I can already program 'fairly well' in VBasic, C++, Java, HTML, and am learning ASP.Net, so that might work out...

Yeah, but where could I get jobs for graphics/web stuff?
Craigslist?


----------



## TimMc (Sep 24, 2008)

Stachuk1992 said:


> I can already program 'fairly well' in VBasic, C++, Java, HTML, and am learning ASP.Net, so that might work out...
> 
> Yeah, but where could I get jobs for graphics/web stuff?
> Craigslist?



Probably ask some teachers at school, friends of friends (or parents of friends who've businesses) etc.

Tim.


----------



## StachuK1992 (Sep 25, 2008)

I just checked on ebay...wow...eBay FTW!!!
I could prob. get a machine w/ shipping for about 500...this made my day...


----------



## fcwy1 (Oct 2, 2008)

Maybe you could mass order and sell things.
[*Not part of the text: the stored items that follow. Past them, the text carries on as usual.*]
"""Interactions (pipeline.features.interactions): products of first-degree columns.

Every reference value names its source beside it: a reference library
(statsmodels, pandas, numpy), or a hand example worked in the comment. The
data are simulated here (tests/features/test_plan.py's make_panel); they are not
reference values themselves.
"""

from __future__ import annotations

import numpy as np
from test_plan import fitted_plan, make_panel


def test_interactions_multiply_first_degree_columns():
    frame = make_panel(months=6)
    plan = fitted_plan({"numeric": [{"column": "price", "degree": 2}, "temp"],
                        "categorical": [{"column": "region", "reference": "East"}],
                        "interactions": [["price", "region"], ["price", "temp"]]}, frame)
    table = plan.feature_table(frame)
    west = (frame["region"] == "West").to_numpy(float)
    np.testing.assert_allclose(table["price × region: West"], frame["price"] * west)
    np.testing.assert_allclose(table["price × temp"], frame["price"] * frame["temp"])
As christmas is coming up soon, you could easily sell things.


----------



## MichaelErskine (Oct 2, 2008)

Stachuk1992 said:


> Recently, you have noticed me being on here less...this is due to a new addiction: Donkey Kong
> I currently can get about 100,000 points, and I think I am pretty good!


As addictions go, it's not a bad one to have! I spent a large part of the early '80s playing Donkey Kong. My high score is a little over 250,000 but I don't play it regularly. My poison is Defender!


Stachuk1992 said:


> I've searched online for places to buy a Donkey Kong machine, and it seems that $1,700 is about the standard price...
> 
> I am very willing and wanting to save up for this.


No need: build yourself a M.A.M.E. cabinet for $100! Here's mine.


----------



## ExoCorsair (Oct 2, 2008)

Find stuff for cheap or free on Craigslist, sell them on eBay, and slap on a $5 handling fee.

You'll get there... eventually.


----------



## Rabid (Oct 2, 2008)

I love genius, madness and obsession. 
Not necessarily in that order..
Good luck.


----------



## cookingfat (Oct 2, 2008)

msemtd said:


> Stachuk1992 said:
> 
> 
> > Recently, you have noticed me being on here less...this is due to a new addiction: Donkey Kong
> ...



good job on the MAIM cabinet. the screen is small I guess, but you did well for what you had. 

Also, I watched that film, 'King of Kong a fistful of quarters' and it was OK, I suppose. I don't like that Billy Mitchell though, he's too full of himself.


----------



## MichaelErskine (Oct 6, 2008)

cookingfat said:


> good job on the MAIM cabinet. the screen is small I guess, but you did well for what you had.


That screen is a 17" monitor (rescued from landfill) which looks tiny in the cabinet but doesn't seem to matter when you're playing. Somebody kindly donated a 19" monitor to replace it but it requires some quite severe cabinet modifications!


cookingfat said:


> Also, I watched that film, 'King of Kong a fistful of quarters' and it was OK, I suppose. I don't like that Billy Mitchell though, he's too full of himself.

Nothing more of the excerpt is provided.